Friday 7 December 2018

4WD Episode 1

Ngarkat Conservation Park


A bit of background: We’ve both been avid campers since way back. Early in 2018, we bought our first 4WD – admittedly for the Hippie’s gardening requirements, but hey, why not make it worth it? Second-hand, already lifted, the D40 had huge tyres (which we later found out were rubbish for off-roading), black rims, a snorkel, and bull bar. It looked mean, and it drove well, so we signed the dotted line… only to discover that like many pre-loved vehicles, it was full of problems. It’s been an absolute headache to restore to good working order (neither of us knows anything about cars), but it has opened up a brand new world. And after all my car-related research, I’m convinced it’s better the devil you know: at least we know what has been done on this vehicle. It’s a good, sturdy Ute – it just needs some tweaking.
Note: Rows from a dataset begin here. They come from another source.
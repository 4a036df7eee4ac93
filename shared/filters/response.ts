import { CalculationInputError, requireInRange, requireInteger } from '../errors';
import { MAX_RESPONSE_POINTS } from '../limits';
import type { BiquadSection } from './biquad-design';

export interface CascadeResponse {
  /** Magnitude in dB, clamped to ±300 dB (a true zero, e.g. a notch exactly at its centre, reads −300). */
  magnitudeDb: number[];
  /** Phase in degrees, wrapped to (−180, 180]. Wrapped so the value does not depend on the grid. */
  phaseDeg: number[];
  /** Group delay in milliseconds. */
  groupDelayMs: number[];
}

export interface FrequencyResponse extends CascadeResponse {
  frequenciesHz: number[];
}

export type ResponseGridSpec =
  { frequenciesHz: number[] } | { fromHz: number; toHz: number; pointsPerOctave?: number };

export const MAGNITUDE_LIMIT_DB = 300;
export { MAX_RESPONSE_POINTS };
export const DEFAULT_POINTS_PER_OCTAVE = 12;

/** Below this distance from 1, a root's radius counts as on the unit circle (see groupDelayOfRoot). */
const UNIT_CIRCLE_TOLERANCE = 1e-9;

/**
 * Frequency response of a cascade of normalised sections, evaluated on the unit circle at
 * z = e^(jω), ω = 2π f / sampleRateHz.
 *
 * Group delay is analytic: each section's numerator and denominator are factored into first-order
 * terms (1 − r z⁻¹), and a term whose root is r = ρe^(jθ) delays by
 * `(ρ² − ρ cos(ω−θ)) / (1 − 2ρ cos(ω−θ) + ρ²)` samples (numerator roots add, poles subtract, and a
 * leading zero coefficient adds one sample). A zero on the unit circle contributes its regular part,
 * half a sample, also at the frequency where the phase jumps by 180°.
 *
 * @param sections the cascade (a0 = 1, `+a1, +a2` denominator).
 * @param frequenciesHz evaluation frequencies in hertz, 0 ≤ f ≤ sampleRateHz/2.
 * @param sampleRateHz sample rate in hertz.
 */
export function cascadeResponse(
  sections: BiquadSection[],
  frequenciesHz: number[],
  sampleRateHz: number,
): CascadeResponse {
  const fs = sampleRateHz;
  requireFiniteSections(sections);
  const magnitudeDb: number[] = [];
  const phaseDeg: number[] = [];
  const groupDelayMs: number[] = [];
  frequenciesHz.forEach((f, i) => {
    requireInRange(f, { min: 0, max: fs / 2, unit: 'Hz' }, 'frequenciesHz', `/frequenciesHz/${i}`);
    const w = (2 * Math.PI * f) / fs;
    let magDb = 0;
    let phase = 0;
    let delaySamples = 0;
    for (const s of sections) {
      const num = evaluatePolynomial([s.b0, s.b1, s.b2], w);
      const den = evaluatePolynomial([1, s.a1, s.a2], w);
      magDb += safeDb(Math.hypot(num.re, num.im)) - safeDb(Math.hypot(den.re, den.im));
      phase += Math.atan2(num.im, num.re) - Math.atan2(den.im, den.re);
      delaySamples += polynomialGroupDelay([s.b0, s.b1, s.b2], w) - polynomialGroupDelay([1, s.a1, s.a2], w);
    }
    magnitudeDb.push(clampDb(magDb));
    phaseDeg.push(wrapDegrees((phase * 180) / Math.PI));
    groupDelayMs.push((delaySamples / fs) * 1000);
  });
  return { magnitudeDb, phaseDeg, groupDelayMs };
}

/** Response of a cascade on a grid, with the grid's frequencies included. */
export function frequencyResponse(
  sections: BiquadSection[],
  grid: ResponseGridSpec,
  sampleRateHz: number,
): FrequencyResponse {
  const frequenciesHz = responseGrid(grid, sampleRateHz);
  return { frequenciesHz, ...cascadeResponse(sections, frequenciesHz, sampleRateHz) };
}

/** One branch of a parallel sum: a cascade and a linear gain (negative for inverted polarity). */
export interface ParallelBranch {
  sections: BiquadSection[];
  gain: number;
}

/**
 * Response of branches played together (Σ gain·H_branch, a complex sum — phase matters, so a
 * crossover's outputs can cancel or sum flat). Group delay is `−Im(H'(ω)/H(ω))` with H' differentiated
 * analytically; where the sum is an exact null (|H| below 1e-12) group delay is undefined and
 * reported as 0, as scipy.signal.group_delay does at singular points.
 */
export function parallelResponse(
  branches: ParallelBranch[],
  frequenciesHz: number[],
  sampleRateHz: number,
): CascadeResponse {
  const fs = sampleRateHz;
  branches.forEach((b) => requireFiniteSections(b.sections));
  const magnitudeDb: number[] = [];
  const phaseDeg: number[] = [];
  const groupDelayMs: number[] = [];
  frequenciesHz.forEach((f, i) => {
    requireInRange(f, { min: 0, max: fs / 2, unit: 'Hz' }, 'frequenciesHz', `/frequenciesHz/${i}`);
    const w = (2 * Math.PI * f) / fs;
    let re = 0;
    let im = 0;
    let dRe = 0;
    let dIm = 0;
    for (const branch of branches) {
      const { h, dh } = cascadeWithDerivative(branch.sections, w);
      re += branch.gain * h.re;
      im += branch.gain * h.im;
      dRe += branch.gain * dh.re;
      dIm += branch.gain * dh.im;
    }
    const magnitudeSquared = re * re + im * im;
    magnitudeDb.push(clampDb(safeDb(Math.sqrt(magnitudeSquared))));
    phaseDeg.push(wrapDegrees((Math.atan2(im, re) * 180) / Math.PI));
    // −Im(H'/H) = −(dIm·re − dRe·im)/|H|²
    const delaySamples = magnitudeSquared < 1e-24 ? 0 : -(dIm * re - dRe * im) / magnitudeSquared;
    groupDelayMs.push((delaySamples / fs) * 1000);
  });
  return { magnitudeDb, phaseDeg, groupDelayMs };
}

/**
 * Frequencies for a response: either the listed ones (each 0 < f ≤ Nyquist) or a log-spaced sweep
 * from `fromHz` to `toHz`, both ends included, with `round(log2(toHz/fromHz) · pointsPerOctave)`
 * equal steps in log frequency (default 12 per octave). At most 4096 points.
 * @returns frequencies in hertz.
 */
export function responseGrid(grid: ResponseGridSpec, sampleRateHz: number): number[] {
  const nyquist = sampleRateHz / 2;
  if ('frequenciesHz' in grid) {
    const list = grid.frequenciesHz;
    if (!Array.isArray(list) || list.length === 0 || list.length > MAX_RESPONSE_POINTS) {
      throw new CalculationInputError(
        `frequenciesHz must list 1 to ${MAX_RESPONSE_POINTS} frequencies`,
        '/frequenciesHz',
      );
    }
    return list.map((f, i) =>
      requireInRange(
        f,
        { min: 0, exclusiveMin: true, max: nyquist, unit: 'Hz' },
        'frequenciesHz',
        `/frequenciesHz/${i}`,
      ),
    );
  }
  const fromHz = requireInRange(
    grid.fromHz,
    { min: 0, exclusiveMin: true, max: nyquist, unit: 'Hz' },
    'fromHz',
    '/fromHz',
  );
  const toHz = requireInRange(grid.toHz, { min: fromHz, max: nyquist, unit: 'Hz' }, 'toHz', '/toHz');
  const pointsPerOctave = requireInteger(
    grid.pointsPerOctave ?? DEFAULT_POINTS_PER_OCTAVE,
    { min: 1, max: 96 },
    'pointsPerOctave',
    '/pointsPerOctave',
  );
  const steps = Math.round(Math.log2(toHz / fromHz) * pointsPerOctave);
  if (steps + 1 > MAX_RESPONSE_POINTS) {
    throw new CalculationInputError(
      `the sweep from ${fromHz} Hz to ${toHz} Hz at ${pointsPerOctave} points per octave has ${steps + 1} points; at most ${MAX_RESPONSE_POINTS} are allowed`,
      '/pointsPerOctave',
    );
  }
  if (steps === 0) return [fromHz];
  const ratio = toHz / fromHz;
  return Array.from({ length: steps + 1 }, (_, k) =>
    k === steps ? toHz : fromHz * Math.pow(ratio, k / steps),
  );
}

/**
 * True when both poles of the section lie strictly inside the unit circle, by the second-order
 * stability triangle |a2| < 1 and |a1| < 1 + a2 (Jury's criterion; a first-order section, a2 = 0,
 * reduces to |a1| < 1).
 */
export function isStable(section: BiquadSection): boolean {
  const { a1, a2 } = section;
  return Number.isFinite(a1) && Number.isFinite(a2) && Math.abs(a2) < 1 && Math.abs(a1) < 1 + a2;
}

interface Complex {
  re: number;
  im: number;
}

/** Σ c_k e^(−jωk). */
function evaluatePolynomial(c: number[], w: number): Complex {
  let re = 0;
  let im = 0;
  c.forEach((ck, k) => {
    re += ck * Math.cos(w * k);
    im -= ck * Math.sin(w * k);
  });
  return { re, im };
}

/** d/dω Σ c_k e^(−jωk) = Σ −jk·c_k e^(−jωk). */
function evaluatePolynomialDerivative(c: number[], w: number): Complex {
  let re = 0;
  let im = 0;
  c.forEach((ck, k) => {
    re -= k * ck * Math.sin(w * k);
    im -= k * ck * Math.cos(w * k);
  });
  return { re, im };
}

function cascadeWithDerivative(sections: BiquadSection[], w: number): { h: Complex; dh: Complex } {
  let h: Complex = { re: 1, im: 0 };
  let dh: Complex = { re: 0, im: 0 };
  for (const s of sections) {
    const b = [s.b0, s.b1, s.b2];
    const a = [1, s.a1, s.a2];
    const num = evaluatePolynomial(b, w);
    const den = evaluatePolynomial(a, w);
    const dNum = evaluatePolynomialDerivative(b, w);
    const dDen = evaluatePolynomialDerivative(a, w);
    const section = divide(num, den);
    // (N/D)' = (N'·D − N·D') / D²
    const dSection = divide(subtract(multiply(dNum, den), multiply(num, dDen)), multiply(den, den));
    // (h·s)' = h'·s + h·s'
    dh = add(multiply(dh, section), multiply(h, dSection));
    h = multiply(h, section);
  }
  return { h, dh };
}

/**
 * Group delay in samples of c0 + c1 z⁻¹ + c2 z⁻², from its roots (see cascadeResponse).
 */
function polynomialGroupDelay(c: number[], w: number): number {
  let leadingZeros = 0;
  while (leadingZeros < c.length && c[leadingZeros] === 0) leadingZeros++;
  const rest = c.slice(leadingZeros);
  while (rest.length > 0 && rest[rest.length - 1] === 0) rest.pop();
  if (rest.length <= 1) return leadingZeros;
  return leadingZeros + rootsOf(rest).reduce((sum, r) => sum + groupDelayOfRoot(r, w), 0);
}

/** Roots r of the factors (1 − r x) of q0 + q1 x (+ q2 x²), q0 ≠ 0, i.e. roots of q0 r² + q1 r + q2. */
function rootsOf(q: number[]): Complex[] {
  if (q.length === 2) return [{ re: -q[1] / q[0], im: 0 }];
  const [q0, q1, q2] = q;
  const discriminant = q1 * q1 - 4 * q0 * q2;
  if (discriminant < 0) {
    const re = -q1 / (2 * q0);
    const im = Math.sqrt(-discriminant) / (2 * q0);
    return [
      { re, im },
      { re, im: -im },
    ];
  }
  // Avoids cancellation: one root from the stable quadratic formula, the other from r1·r2 = q2/q0.
  const t = -0.5 * (q1 + Math.sign(q1 || 1) * Math.sqrt(discriminant));
  const r1 = t / q0;
  const r2 = t === 0 ? 0 : q2 / t;
  return [
    { re: r1, im: 0 },
    { re: r2, im: 0 },
  ];
}

function groupDelayOfRoot(r: Complex, w: number): number {
  const rho = Math.hypot(r.re, r.im);
  if (Math.abs(rho - 1) < UNIT_CIRCLE_TOLERANCE) return 0.5;
  const theta = Math.atan2(r.im, r.re);
  const halfSin = Math.sin((w - theta) / 2);
  // 1 − cos φ = 2 sin²(φ/2) keeps precision when the root is close to the circle near ω.
  const oneMinusCos = 2 * halfSin * halfSin;
  return (rho * (rho - 1) + rho * oneMinusCos) / ((1 - rho) * (1 - rho) + 2 * rho * oneMinusCos);
}

function requireFiniteSections(sections: BiquadSection[]): void {
  sections.forEach((s, i) => {
    for (const key of ['b0', 'b1', 'b2', 'a1', 'a2'] as const) {
      if (!Number.isFinite(s[key])) {
        throw new CalculationInputError(
          `${key} must be a finite number; received ${String(s[key])}`,
          `/sections/${i}/${key}`,
        );
      }
    }
  });
}

function safeDb(magnitude: number): number {
  return 20 * Math.log10(Math.max(magnitude, 1e-300));
}

function clampDb(db: number): number {
  return Math.min(MAGNITUDE_LIMIT_DB, Math.max(-MAGNITUDE_LIMIT_DB, db));
}

/** Wraps to (−180, 180]. */
function wrapDegrees(deg: number): number {
  const wrapped = deg - 360 * Math.ceil((deg - 180) / 360);
  return wrapped === -180 ? 180 : wrapped;
}

function add(x: Complex, y: Complex): Complex {
  return { re: x.re + y.re, im: x.im + y.im };
}

function subtract(x: Complex, y: Complex): Complex {
  return { re: x.re - y.re, im: x.im - y.im };
}

function multiply(x: Complex, y: Complex): Complex {
  return { re: x.re * y.re - x.im * y.im, im: x.re * y.im + x.im * y.re };
}

function divide(x: Complex, y: Complex): Complex {
  const d = y.re * y.re + y.im * y.im;
  return { re: (x.re * y.re + x.im * y.im) / d, im: (x.im * y.re - x.re * y.im) / d };
}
To satiate Hippie’s need for instruction, we enrolled for First Time Out (FTO) 4WD training with David at Adventure 4WD only a few weeks after purchasing the Nav. The experience was incredible. At an evening theory session, David talked us through fundamental 4WDing concepts such as part-time vs full-time 4WD, wind up, traction, ABS, ETC, ESP, crawl control, stability control disengagement, dealing with mud/water/sand/steep grades, choosing tyres and correct inflation, and the mechanics specific to our vehicle (I’m convinced he knows everything about everything). To be honest, a lot of this went over my head. I’d only had my ‘regular’ car license for about two years, so I’m still learning (and understanding), but David had a way of making even the ridiculously un-car-ish people (me!) understand what he was talking about. A few days after digesting theory night, we ventured out on a day trip to his purpose-built 4WD training track to put our driving, and our cars, to the test. The first pothole challenge looked terrifying - but with David’s jovial and encouraging voice guiding us on the UHF, it was easily conquered. We had so much fun! 


 A day trip was not nearly enough of an adventure and we instantly wanted more. Check out the photos on the Adventure 4WD Gallery page and look at all the smiles. Honestly, go see David, he is the best!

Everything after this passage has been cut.